Streams manifest as users and items interact in a continuous environment. In contrast to preference matrices, systems cannot apply sophisticated recommendation algorithms in this setting. Streams connect dynamic collections as the sets of users and items continue to change. This induces additional requirements with respect to scalability, robustness, and response times. The work introduces a set of recommendation algorithms including collaborative filtering, content-based filtering, as well as baselines using popularity, recency, or combinations thereof. The evaluation applies those methods to a data set collected as part of the CLEF NewsREEL competition. Results indicated a strong dependence on contextual factors. None of the algorithms performed superior to the rest. Instead, ensembles of recommendation algorithms yielded the best results.

The work relates to the problem of stream-based recommender systems and investigates contextual aspects.

Context and Interaction :

Roberto Turrin, Andrea Condorelli, Roberto Pagano, Massimo Quadrana, and Paolo Cremonesi, Large scale music recommendation, in Proceedings of the Large Scale Recommender System workshop (LSRS 2015) at the 9th ACM Conference on Recommender Systems (RecSys 2015), 2015. [PDF]

This work experiments with three different recommendation solutions for recommending the “next song” given the current user listening session.
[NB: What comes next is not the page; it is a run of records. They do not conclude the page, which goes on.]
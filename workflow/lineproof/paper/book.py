"""Every number the paper prints, looked up by its address."""

from __future__ import annotations

from dataclasses import dataclass, replace
from difflib import get_close_matches

import pandas as pd

from lineproof.addresses import KEY_COLUMNS, NUMBER_COLUMNS, RESERVED_ASSETS, SEPARATOR, is_spread
from lineproof.analyses import LINE_ERRORS


@dataclass(frozen=True)
class Number:
    """One row of the estimates: decimal per period, NaN where a column does not apply.

    `status` is "ok" or "undefined", and then `reason` says why.
    """

    address: str
    estimate: float
    se: float
    statistic: float
    df1: float
    df2: float
    p: float
    p_one_sided: float
    critical: float
    critical_one_sided: float
    n_periods: int
    n_assets: int
    status: str
    reason: str

    @property
    def defined(self) -> bool:
        """Whether the number exists."""
        return self.status == "ok"

    def rejects(self, level: float) -> bool:
        """Whether the hypothesis is rejected, two-sided or in the upper tail, at `level`."""
        return self.p < level


class Book:
    """The estimates as a dictionary of numbers by address."""

    def __init__(self, estimates: pd.DataFrame) -> None:
        """Index a frame of estimates; raises ValueError if two rows share an address."""
        keys = list(zip(*(estimates[key].tolist() for key in KEY_COLUMNS), strict=True))
        self._places = {SEPARATOR.join(parts): place for place, parts in enumerate(keys)}
        if len(self._places) != len(keys):
            raise ValueError("two rows of the estimates share one address")
        names = [name for name in Number.__dataclass_fields__ if name != "address"]
        self._columns = {name: estimates[name].tolist() for name in names}
        self._assets: dict[tuple[str, str], dict[str, None]] = {}
        self._spreads: dict[tuple[str, str], dict[str, None]] = {}
        self._ran: set[tuple[str, str, str]] = set()
        for sort, subperiod, analysis, _, asset, *_ in keys:
            self._ran.add((sort, subperiod, analysis))
            if "-" not in (sort, subperiod) and asset not in RESERVED_ASSETS:
                kept = self._spreads if is_spread(asset) else self._assets
                kept.setdefault((sort, subperiod), {})[asset] = None

    def at(self, *parts: str) -> Number:
        """The number at an address, given whole or as its seven parts.

        Raises KeyError, naming the nearest address there is.
        """
        address = SEPARATOR.join(parts)
        if address not in self._places:
            raise KeyError(f"no number at {address}; the nearest is {self._nearest(address)}")
        place = self._places[address]
        number = Number(address, **{name: each[place] for name, each in self._columns.items()})
        return _unless_too_short(number)

    def has(self, *parts: str) -> bool:
        """Whether there is a number, defined or not, at an address."""
        return SEPARATOR.join(parts) in self._places

    def ran(self, sort: str, subperiod: str, analysis: str) -> bool:
        """Whether an analysis reports anything for these test assets and months."""
        return (sort, subperiod, analysis) in self._ran

    def assets(self, sort: str, subperiod: str) -> list[str]:
        """Names of the test assets of a sort in a subperiod, without spreads, in the order of the estimates."""
        return list(self._assets.get((sort, subperiod), ()))

    def spreads(self, sort: str, subperiod: str) -> list[str]:
        """Names of the differences of groups of a sort in a subperiod, in the order of the estimates."""
        return list(self._spreads.get((sort, subperiod), ()))

    def months(self) -> list[str]:
        """Months ("1950-01") for which the sample's coverage is reported, in order."""
        return self._months("-", "sample")

    def formations(self, sort: str) -> list[str]:
        """Months ("1950-12") in which a sort forms groups, in order."""
        return self._months(sort, "formations")

    def _months(self, sort: str, analysis: str) -> list[str]:
        start = SEPARATOR.join([sort, "-", analysis, "month", ""])
        found = (address for address in self._places if address.startswith(start))
        return sorted({address.split(SEPARATOR)[4] for address in found})

    def _nearest(self, address: str) -> str:
        """Comparing parts first keeps the comparison of whole texts to a few candidates."""
        wanted = address.split(SEPARATOR)
        shared = {
            known: sum(
                ours == theirs for ours, theirs in zip(wanted, known.split(SEPARATOR), strict=False)
            )
            for known in self._places
        }
        most = max(shared.values(), default=0)
        close = [known for known, count in shared.items() if count == most]
        return (get_close_matches(address, close, n=1, cutoff=0.0) or ["none"])[0]


def _unless_too_short(number: Number) -> Number:
    """A coefficient of the market line is printed only where its periods could support the joint tests.

    With no more periods than assets and market the estimates have standard errors, which the table of estimates keeps;
    but those lean on variances of a handful of periods, and a reader would take their t statistics at face value.
    """
    _, _, analysis, _, _, _, kind = number.address.split(SEPARATOR)
    needed = number.n_assets + 2
    enough = number.n_periods >= needed or not number.defined
    if analysis != "market_line" or kind not in LINE_ERRORS or enough:
        return number
    reason = f"needs at least {needed} periods for {number.n_assets} assets, has {number.n_periods}"
    return replace(
        number, **dict.fromkeys(NUMBER_COLUMNS, float("nan")), status="undefined", reason=reason
    )
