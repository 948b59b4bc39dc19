"""What a table says, whatever it is printed as: panels of rows of cells, and notes."""

from __future__ import annotations

import math
from collections.abc import Iterator
from dataclasses import dataclass, replace
from typing import NamedTuple

from lineproof.paper.book import Number
from lineproof.paper.rounding import printed
from lineproof.paper.symbols import Phrase, joined, said


class Cell(NamedTuple):
    """One number to print.

    Attributes:
        value: the number itself; None leaves the cell empty, NaN is undefined.
        format: name of one of `rounding.FORMATS`.
        kind: "plain"; "round" or "square" for those brackets around it.
        address: where it stands in the estimates.
        column: which column there: estimate, se, statistic, p, …
        reason: why it is undefined.
    """

    value: float | None
    format: str = "number"
    kind: str = "plain"
    address: str = ""
    column: str = "estimate"
    reason: str = ""

    @property
    def text(self) -> str:
        """As printed, without brackets and with an ASCII minus sign."""
        return printed(self.value, self.format)

    @property
    def undefined(self) -> bool:
        """Whether it prints as a dash."""
        return self.value is not None and not math.isfinite(self.value)

    @property
    def brackets(self) -> tuple[str, str]:
        """What is set around the number; a dash or nothing stands alone."""
        bare = self.value is None or self.undefined
        return {"round": ("(", ")"), "square": ("[", "]")}.get("" if bare else self.kind, ("", ""))


EMPTY = Cell(None)


def cell(number: Number, format: str, column: str = "estimate", kind: str = "plain") -> Cell:
    """A cell showing one column of a number; a column NaN in a defined number is undefined too."""
    value = getattr(number, column)
    reason = "" if math.isfinite(value) else number.reason or "the number is not finite"
    return Cell(value, format, kind, number.address, column, reason)


class Column(NamedTuple):
    """A column: an ASCII `key`, its heading, and a heading it shares with its neighbours."""

    key: str
    heading: Phrase
    spanner: Phrase = Phrase()


class Row(NamedTuple):
    """A row: an ASCII `key`, labels by stub column, cells; `gap` sets it apart from above."""

    key: str
    labels: tuple[Phrase, ...]
    cells: tuple[Cell, ...]
    gap: bool = False


@dataclass(frozen=True)
class Panel:
    """Rows under one set of columns.

    Attributes:
        key: ASCII name.
        title: printed above it; may be empty.
        stubs: headings of the columns that hold the rows' labels.

    Raises ValueError for a row with the wrong number of labels or cells.
    """

    key: str
    title: Phrase
    stubs: tuple[Phrase, ...]
    columns: tuple[Column, ...]
    rows: tuple[Row, ...]

    def __post_init__(self) -> None:
        for row in self.rows:
            shape, wanted = (len(row.labels), len(row.cells)), (len(self.stubs), len(self.columns))
            if shape != wanted:
                raise ValueError(f"row {row.key} has {shape} labels and cells, not {wanted}")

    def spans(self) -> list[tuple[Phrase, int]]:
        """Headings over neighbouring columns, each with the number of columns it covers."""
        found: list[tuple[Phrase, int]] = []
        for column in self.columns:
            if found and found[-1][0] == column.spanner:
                found[-1] = (column.spanner, found[-1][1] + 1)
            else:
                found.append((column.spanner, 1))
        return found


@dataclass(frozen=True)
class Table:
    """A whole table; `number` is what readers call it, such as "2" or "A1"."""

    name: str
    title: Phrase
    panels: tuple[Panel, ...]
    notes: tuple[Phrase, ...]
    number: str = ""

    def cells(self) -> Iterator[tuple[Panel, Row, Column, Cell]]:
        """Every cell with where it stands, in reading order."""
        for panel in self.panels:
            for row in panel.rows:
                for column, each in zip(panel.columns, row.cells, strict=True):
                    yield panel, row, column, each


def explained(table: Table) -> Table:
    """The table with the reason of every dash added to its notes."""
    where: dict[str, dict[Phrase, None]] = {}
    for panel, row, _, each in table.cells():
        if each.undefined:
            label = _first_label(panel, row)
            where.setdefault(each.reason, {})[label] = None
    notes = [
        said("{dash} not defined: {reason} ({rows}).", reason=reason, rows=_listed(list(labels)))
        for reason, labels in where.items()
    ]
    return replace(table, notes=(*table.notes, *notes))


def _first_label(panel: Panel, row: Row) -> Phrase:
    """The label of the block a row belongs to: its own, or the nearest above that is not empty."""
    label = Phrase()
    for each in panel.rows:
        label = each.labels[0] or label
        if each is row:
            break
    return label


def _listed(labels: list[Phrase]) -> Phrase:
    most = 6
    shown = joined(labels[:most], ", ")
    return shown if len(labels) <= most else shown + said(" and others")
This work treats the session as a proxy to the actual user context, and, as such, pushes forward the state-of-the-art in session-driven recommendation. The work exploits the “30M music and playlist dataset”, a music dataset extracted from last.fm and formatted according to the Idomaar format, as described in D2.6 “Third Reference Framework Release and Evaluation Report”, Section 4 “Data sets used in Reference Framework”. Two baseline algorithms—namely SAGH (same artist greatest hits) and CAGH (collocated artist greatist hits)—are compared with IPR (Implicit Playlist recommender) which analyses the user consumption patterns of the community of users to generate ”popular” listening paths and recommend tracks on the basis of the placement of a user within these paths.

The work uses several information sources, in particular—with references to the RICHeS paradigm—the context as driven by the recent user interaction, which is considered to drive the recommendation at real-time.

Reciprocal recommendation:

  • Benjamin Kille, Fabian Abel, Balázs Hidasi, and Sahin Albayrak Using Interaction Signals for Job Recommendations (to appear).

In this work, we focused on the problem of reciprocal recommendations and job recommendations in particular. When recommending jobs to a user, the recommender system actually needs to consider both (1) the requirements and interests that the user has regarding her future job position and (2) the requirements that the recruiter and her company has with respect to the candidate. Job recommender systems therefore depend on accurate feedback to improve recommendation quality (see e.g. XB01 in Section 3, Deliverable 2.5). Implicit feedback may arise in terms of clicks, bookmarks and replies (e.g. bookmarking a job advertisement). As part of this showcase, we present results from a large-scale analysis on XING. We analyse different types of information sources and study correlations between explicit ratings and implicit signals to detect situations where members liked their suggestions. With reference to the RICHeS paradigm, we thus study the incorporation of interaction with the user and relevance feedback. Results show that there are correlations between explicit and implicit user signals. In particular, we see that replies and bookmarks reflect explicit preferences much better than clicks.